La répression sécuritaire représente une menace plus directe pour les intérêts commerciaux des magnats. Lorsque Cathay Pacific n’a pas condamné les manifestants en 2019, les médias d’État chinois ont déclaré que la compagnie aérienne «paierait un prix douloureux». Le personnel de Cathay aurait par la suite été harcelé par les autorités chinoises et les vols ont été inutilement retardés dans les aéroports du continent. Les politiciens pro-Pékin à Hong Kong et les médias d’Etat chinois ont critiqué ces dernières années Li Ka-shing, le magnat le plus célèbre de la ville, pour sa position ambiguë sur les manifestations anti-gouvernementales; en 2019, certains ont fait circuler une image du visage de l’homme de 92 ans collée sur le corps d’un cafard.
Les activités de M. Li, qui couvrent les ports, les télécommunications et bien d’autres choses, se sont échappées principalement parce qu’il a diversifié ses avoirs loin de Hong Kong et de la Chine continentale. D’autres ont compris le message de Pékin. Swire, Jardine Matheson et de nombreux grands développeurs ont soutenu la loi sur la sécurité nationale l’année dernière.
Le plus grand danger est peut-être venu sous la forme d’un document interne diffusé en mars au sein du parti Bauhinia, un groupe politique formé en 2020 par des hommes d’affaires de Chine continentale. Le document suggère que les prix élevés de l’immobilier à Hong Kong menacent la sécurité de la Chine, faisant écho à ceux qui attribuent les inégalités béantes et les troubles récents de la ville directement au contrôle des promoteurs sur les terres. Il affirme que le gouvernement central de Pékin a le droit de coordonner l’offre de terrains dans la ville et pourrait créer de nouveaux logements pour 200 000 habitants au cours des cinq prochaines années.
Une façon d’y parvenir serait que le gouvernement exproprie les terres agricoles détenues par les promoteurs afin de construire des logements sociaux. Seuls trois grands promoteurs – Sun Hung Kai Properties, New World Development et Henderson Land Development, qui est contrôlé par la famille Lee – détiennent environ 17,5% du total des terres agricoles de Hong Kong. Cela les expose au plus grand risque si le gouvernement prend de telles mesures, déclare David Blennerhassett de Smartkarma, une société de recherche.

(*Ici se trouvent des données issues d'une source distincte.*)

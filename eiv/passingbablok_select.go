package eiv

import (
	"context"
	"errors"
	"math"
	"math/rand/v2"
	"slices"
)

// Slope selection for Passing–Bablok: order statistics of the n(n−1)/2
// pairwise slopes without storing them.
//
// The slopes are those the plain computation gives, s = fl(fl(y_b − y_a) /
// fl(x_b − x_a)) for points a before b in (x, y) order, +∞ for equal x; the
// selected values are bit for bit those of sorting all of them.
//
// Counting. For a threshold t, the slope of a pair is ≤ t exactly when
// u_b ≤ u_a with u = y − t·x, so #{σ ≤ t} is a count of inversions of u in
// x order, O(n log n) by merge sort (the dual of slope selection; Cole,
// Salowe, Steiger & Szemerédi 1989; Matoušek 1991; Dillencourt, Mount &
// Netanyahu 1992 — from memory). The keys are computed as fl(y − t·x) with
// one rounding (fused multiply–add), and rounded slopes may sit on the
// other side of t than the exact ones; so every pair whose keys lie within
// a bound W of each other is "ambiguous": its computed slope is compared
// with t directly. W covers the key rounding and a band of 8 units in the
// last place of t around it, wider than the rounding of a slope (three
// roundings), so a pair outside W is on the same side of t whether judged
// by the keys, by its exact slope or by its computed slope.
//
// Selection. The rank r is bracketed, #{s ≤ lo} < r ≤ #{s ≤ hi}, starting
// from (−∞, +∞]. The pairs of a bracket are the inversions of the keys at
// hi in the order of the keys at lo; a seeded uniform sample of them
// (drawn during that merge sort) gives two sample quantiles that straddle
// the target fraction, and exact counts at both shrink the bracket by about
// √(sample size). Once the bracket holds few slopes they are enumerated
// (with the ambiguous pairs at both ends) and the rank is read off. A slope
// shared by very many pairs (ties) is recognised when #{s < c} < r ≤
// #{s ≤ c}, counted at c and its predecessor.

// pbSelectCap is the number of slopes in a bracket below which they are
// enumerated; a variable so that the internal tests can exercise the
// sampling steps on small data.
var pbSelectCap int64 = 1 << 16

// pbSampleSize is the number of slopes sampled from a bracket per step;
// the first step of every rank shares one sample of up to
// pbGlobalSampleSize slopes of all pairs.
const pbSampleSize, pbGlobalSampleSize = 1 << 14, 1 << 16

type pbItem struct {
	k    float64 // key
	i, w int32   // point index (x order) and its multiplicity
}

// pbSet holds the distinct points in (x, y) order with their multiplicities.
type pbSet struct {
	ctx        context.Context
	n          int // points, with duplicates
	x, y       []float64
	w          []int32
	ntot       int64   // Σ w_a·w_b over pairs of distinct points: the slopes before −1 are dropped
	xr, ymax   float64 // x range and max |y|
	k1, k2     []float64
	items, tmp []pbItem
	pre        []int64
	rng        *rand.Rand
	last       *pbBracket
	global     []float64
}

// pbBracket is the multiset of slopes in (lo, hi] with the counts at its
// ends; vals are its distinct slopes, sorted, with multiplicities.
type pbBracket struct {
	flo, fhi int64
	vals     []pbValue
}

type pbValue struct {
	v float64
	w int64
}

// at returns the r-th smallest slope overall, which lies in the bracket.
func (b *pbBracket) at(r int64) float64 {
	c := b.flo
	for _, v := range b.vals {
		c += v.w
		if r <= c {
			return v.v
		}
	}
	return math.Inf(1)
}

var errPBInternal = errors.New("eiv: Passing–Bablok slope selection lost count (internal error)")

func newPBSet(ctx context.Context, x, y []float64) *pbSet {
	n := len(x)
	idx := make([]int32, n)
	for i := range idx {
		idx[i] = int32(i)
	}
	slices.SortFunc(idx, func(a, b int32) int {
		if x[a] != x[b] {
			return cmpFloat(x[a], x[b])
		}
		return cmpFloat(y[a], y[b])
	})
	s := &pbSet{ctx: ctx, n: n, rng: rand.New(rand.NewPCG(0x5eb1, uint64(n)))}
	for p := 0; p < n; {
		q := p + 1
		for q < n && x[idx[q]] == x[idx[p]] && y[idx[q]] == y[idx[p]] {
			q++
		}
		s.x, s.y, s.w = append(s.x, x[idx[p]]), append(s.y, y[idx[p]]), append(s.w, int32(q-p))
		p = q
	}
	m := len(s.x)
	tot := int64(n) * int64(n-1) / 2
	for _, w := range s.w {
		tot -= int64(w) * int64(w-1) / 2
	}
	s.ntot = tot
	s.xr = s.x[m-1] - s.x[0]
	for _, v := range s.y {
		s.ymax = math.Max(s.ymax, math.Abs(v))
	}
	s.k1, s.k2 = make([]float64, m), make([]float64, m)
	s.items, s.tmp, s.pre = make([]pbItem, m), make([]pbItem, m), make([]int64, m+1)
	return s
}

// slope is the pair's slope as the plain computation gives it (a before b).
func (s *pbSet) slope(a, b int32) float64 {
	dx := s.x[b] - s.x[a]
	if dx == 0 {
		return math.Inf(1)
	}
	return (s.y[b] - s.y[a]) / dx
}

// keys fills k with the keys at threshold t and returns the ambiguity bound
// W (negative when no pair is ambiguous). At t = −∞ the key order is the x
// order, at t = +∞ its reverse.
func (s *pbSet) keys(t float64, k []float64) float64 {
	switch {
	case math.IsInf(t, -1):
		for i := range k {
			k[i] = float64(i)
		}
		return -1
	case math.IsInf(t, 1):
		for i := range k {
			k[i] = -float64(i)
		}
		return -1
	}
	const u = 0x1p-53
	// Above 1e100 in magnitude the keys are (y − t·x)/|t|, so that t·x
	// cannot overflow; y/|t| adds one rounding.
	scale, tt, yerr := 1.0, t, 0.0
	if math.Abs(t) > 1e100 {
		scale, tt, yerr = math.Abs(t), math.Copysign(1, t), s.ymax/math.Abs(t)
	}
	var vmax float64
	for i := range k {
		yi := s.y[i]
		if scale != 1 {
			yi /= scale
		}
		v := math.FMA(-tt, s.x[i], yi)
		k[i] = v
		vmax = math.Max(vmax, math.Abs(v))
	}
	w := 2.25*u*(vmax+yerr) + (8*u*math.Abs(t)+0x1p-1060)*(s.xr/scale) + 0x1p-1060
	return w * (1 + 0x1p-20)
}

func (s *pbSet) fill(k []float64) []pbItem {
	it := s.items
	for i := range it {
		it[i] = pbItem{k: k[i], i: int32(i), w: s.w[i]}
	}
	return it
}

// mergeSort sorts a by key (stably) and returns Σ w_p·w_q over the pairs p
// before q with key_q ≤ key_p. visit, when set, gets each such q with the
// left-run elements it pairs with and their weight prefix sums.
func (s *pbSet) mergeSort(a []pbItem, visit func(q pbItem, left []pbItem, pre []int64) error) (int64, error) {
	n := len(a)
	src, dst := a, s.tmp[:n]
	pre := s.pre
	var c int64
	for width := 1; width < n; width *= 2 {
		if err := s.ctx.Err(); err != nil {
			return 0, err
		}
		if visit != nil {
			for i := range src {
				pre[i+1] = pre[i] + int64(src[i].w)
			}
		}
		for lo := 0; lo < n; lo += 2 * width {
			mid, hi := min(lo+width, n), min(lo+2*width, n)
			var rem int64
			for _, it := range src[lo:mid] {
				rem += int64(it.w)
			}
			i, j, o := lo, mid, lo
			for i < mid && j < hi {
				if src[j].k <= src[i].k {
					q := src[j]
					c += int64(q.w) * rem
					if visit != nil {
						if err := visit(q, src[i:mid], pre[i:mid+1]); err != nil {
							return 0, err
						}
					}
					dst[o] = q
					j++
				} else {
					rem -= int64(src[i].w)
					dst[o] = src[i]
					i++
				}
				o++
			}
			o += copy(dst[o:], src[i:mid])
			copy(dst[o:], src[j:hi])
		}
		src, dst = dst, src
	}
	if n > 0 && &src[0] != &a[0] {
		copy(a, src)
	}
	return c, nil
}

// ambiguous calls fn for every pair whose keys (sorted in it) differ by at
// most W, with a before b in x order.
func (s *pbSet) ambiguous(it []pbItem, W float64, fn func(a, b int32)) error {
	if W < 0 {
		return nil
	}
	for p := range it {
		if p&0xfff == 0 && s.ctx.Err() != nil {
			return s.ctx.Err()
		}
		for q := p + 1; q < len(it) && it[q].k-it[p].k <= W; q++ {
			a, b := it[p].i, it[q].i
			if a > b {
				a, b = b, a
			}
			fn(a, b)
		}
	}
	return nil
}

// count returns #{s ≤ t}, each slope counted with the multiplicities of its
// two points.
func (s *pbSet) count(t float64) (int64, error) {
	k := s.k1
	W := s.keys(t, k)
	it := s.fill(k)
	c, err := s.mergeSort(it, nil)
	if err != nil {
		return 0, err
	}
	err = s.ambiguous(it, W, func(a, b int32) {
		ww := int64(s.w[a]) * int64(s.w[b])
		if k[b] <= k[a] {
			c -= ww
		}
		if s.slope(a, b) <= t {
			c += ww
		}
	})
	return c, err
}

// enumerate lists the slopes in (lo, hi] and checks their number.
func (s *pbSet) enumerate(lo, hi float64, flo, fhi int64) (*pbBracket, error) {
	var vals []pbValue
	in := func(v float64) bool { return lo < v && v <= hi }
	klo, khi := s.k1, s.k2
	amb := func(k []float64, W float64, a, b int32) bool { return W >= 0 && math.Abs(k[a]-k[b]) <= W }
	wlo, whi := s.keys(lo, klo), s.keys(hi, khi)
	var cnt int
	err := s.mergeBracket(func(q pbItem, left []pbItem, _ []int64) error {
		for _, p := range left {
			a, b := p.i, q.i
			if a > b {
				a, b = b, a
			}
			if !amb(klo, wlo, a, b) && !amb(khi, whi, a, b) {
				vals = append(vals, pbValue{s.slope(a, b), int64(p.w) * int64(q.w)})
			}
		}
		if cnt += len(left); cnt > 1<<14 {
			cnt = 0
			return s.ctx.Err()
		}
		return nil
	})
	if err != nil {
		return nil, err
	}
	add := func(a, b int32) {
		if v := s.slope(a, b); in(v) {
			vals = append(vals, pbValue{v, int64(s.w[a]) * int64(s.w[b])})
		}
	}
	if err := s.ambiguous(s.sorted(klo), wlo, add); err != nil {
		return nil, err
	}
	err = s.ambiguous(s.sorted(khi), whi, func(a, b int32) {
		if !(wlo >= 0 && math.Abs(klo[a]-klo[b]) <= wlo) {
			add(a, b)
		}
	})
	if err != nil {
		return nil, err
	}
	slices.SortFunc(vals, func(p, q pbValue) int { return cmpFloat(p.v, q.v) })
	var tot int64
	out := vals[:0]
	for _, v := range vals {
		tot += v.w
		if len(out) > 0 && out[len(out)-1].v == v.v {
			out[len(out)-1].w += v.w
			continue
		}
		out = append(out, v)
	}
	if tot != fhi-flo {
		return nil, errPBInternal
	}
	return &pbBracket{flo: flo, fhi: fhi, vals: out}, nil
}

func (s *pbSet) sorted(k []float64) []pbItem {
	it := s.fill(k)
	slices.SortFunc(it, func(p, q pbItem) int { return cmpFloat(p.k, q.k) })
	return it
}

// sample draws about m slopes uniformly (by weight) from the tot pairs in
// (lo, hi].
func (s *pbSet) sample(lo, hi float64, tot int64, m int) ([]float64, error) {
	m = int(min(int64(m), 4*tot+64))
	draws := make([]int64, m)
	for i := range draws {
		draws[i] = s.rng.Int64N(tot)
	}
	slices.Sort(draws)
	out := make([]float64, 0, m)
	var run int64
	d := 0
	s.keys(lo, s.k1)
	s.keys(hi, s.k2)
	err := s.mergeBracket(func(q pbItem, left []pbItem, pre []int64) error {
		if d >= len(draws) {
			return nil
		}
		bw := int64(q.w) * (pre[len(pre)-1] - pre[0])
		for d < len(draws) && draws[d] < run+bw {
			off := (draws[d] - run) / int64(q.w)
			j, _ := slices.BinarySearchFunc(pre[1:], off, func(p, t int64) int {
				if p-pre[0] > t {
					return 1
				}
				return -1
			})
			a, b := left[j].i, q.i
			if a > b {
				a, b = b, a
			}
			if v := s.slope(a, b); lo < v && v <= hi {
				out = append(out, v)
			}
			d++
		}
		run += bw
		return nil
	})
	slices.Sort(out)
	return out, err
}

// globalSample draws, once, a sorted sample of the slopes of all pairs of
// distinct points (uniform by weight).
func (s *pbSet) globalSample() []float64 {
	if s.global != nil {
		return s.global
	}
	// A point drawn uniformly from all n (duplicates by their multiplicity).
	rep := make([]int32, 0, s.n)
	for i, w := range s.w {
		for range w {
			rep = append(rep, int32(i))
		}
	}
	pick := func() int32 { return rep[s.rng.IntN(len(rep))] }
	m := int(min(int64(pbGlobalSampleSize), int64(max(1024, 4*s.n)), 4*s.ntot+64))
	out := make([]float64, 0, m)
	for len(out) < m {
		a, b := pick(), pick()
		if a == b {
			continue
		}
		out = append(out, s.slope(min(a, b), max(a, b)))
	}
	slices.Sort(out)
	s.global = out
	return out
}

// mergeBracket runs, for the keys at lo and hi already in k1 and k2, the
// merge sort whose inversions are the pairs with slopes in (lo, hi],
// handing over blocks (a right-run element with the left-run elements it
// pairs with).
func (s *pbSet) mergeBracket(visit func(q pbItem, left []pbItem, pre []int64) error) error {
	it := s.fill(s.k1)
	if _, err := s.mergeSort(it, nil); err != nil {
		return err
	}
	for i := range it {
		it[i].k = s.k2[it[i].i]
	}
	_, err := s.mergeSort(it, visit)
	return err
}

// minusOne returns K, the number of slopes below −1, and E, the number of
// slopes of exactly −1 (which Passing–Bablok leaves out).
func (s *pbSet) minusOne() (k, e int64, err error) {
	if k, err = s.count(math.Nextafter(-1, math.Inf(-1))); err != nil {
		return 0, 0, err
	}
	le, err := s.count(-1)
	return k, le - k, err
}

// nth returns the r-th (1-based) of the slopes other than −1, given K and E.
func (s *pbSet) nth(r, k, e int64) (float64, error) {
	if r > k {
		r += e
	}
	return s.orderStat(r)
}

// orderStat returns the r-th smallest slope (1-based, all slopes of
// distinct points, −1 included).
func (s *pbSet) orderStat(r int64) (float64, error) {
	if b := s.last; b != nil && b.flo < r && r <= b.fhi {
		return b.at(r), nil
	}
	lo, hi := math.Inf(-1), math.Inf(1)
	flo, fhi := int64(0), s.ntot
	var err error
	for iter := 0; ; iter++ {
		if fhi-flo <= max(pbSelectCap, 2*int64(len(s.x))) || iter >= 64 {
			b, err := s.enumerate(lo, hi, flo, fhi)
			if err != nil {
				return 0, err
			}
			s.last = b
			return b.at(r), nil
		}
		var smp []float64
		if iter == 0 {
			smp = s.globalSample()
		} else if smp, err = s.sample(lo, hi, fhi-flo, pbSampleSize); err != nil {
			return 0, err
		}
		m := float64(len(smp))
		f := float64(r-flo) / float64(fhi-flo)
		d := 3*math.Sqrt(m*f*(1-f)) + 2
		cands := []float64{}
		if i := int(math.Floor(f*m - d)); i >= 0 {
			cands = append(cands, smp[i])
		}
		if i := int(math.Ceil(f*m + d)); i < len(smp) {
			cands = append(cands, smp[i])
		}
		for i, c := range cands {
			if i == 1 && c == cands[0] {
				continue
			}
			fc, err := s.count(c)
			if err != nil {
				return 0, err
			}
			switch {
			case fc >= r && c < hi:
				hi, fhi = c, fc
			case fc < r && c > lo:
				lo, flo = c, fc
			}
		}
		// A slope shared by many pairs at the top of the bracket: either it
		// is the answer or the bracket ends below it.
		ties := 0
		for _, v := range smp {
			if v == hi {
				ties++
			}
		}
		if 4*ties > len(smp) || len(smp) == 0 {
			p := math.Nextafter(hi, math.Inf(-1))
			fp, err := s.count(p)
			if err != nil {
				return 0, err
			}
			if fp < r {
				s.last = &pbBracket{flo: fp, fhi: fhi, vals: []pbValue{{hi, fhi - fp}}}
				return hi, nil
			}
			hi, fhi = p, fp
		}
	}
}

Les expropriations peuvent enfreindre la législation locale. Mais les lois peuvent être modifiées, comme le montre l’imposition de nouvelles règles de sécurité et électorales. Un tel résultat semble «trop crédible», déclare M. Blennerhassett. Les magnats «pensaient qu’ils n’avaient rien à faire tant qu’ils ne questionneraient pas Pékin», explique Joseph Fan de la City University de Hong Kong. Désormais, le Parti communiste ne se contentera même pas d’expressions manifestes de fidélité. Il semble également vouloir extraire de la valeur.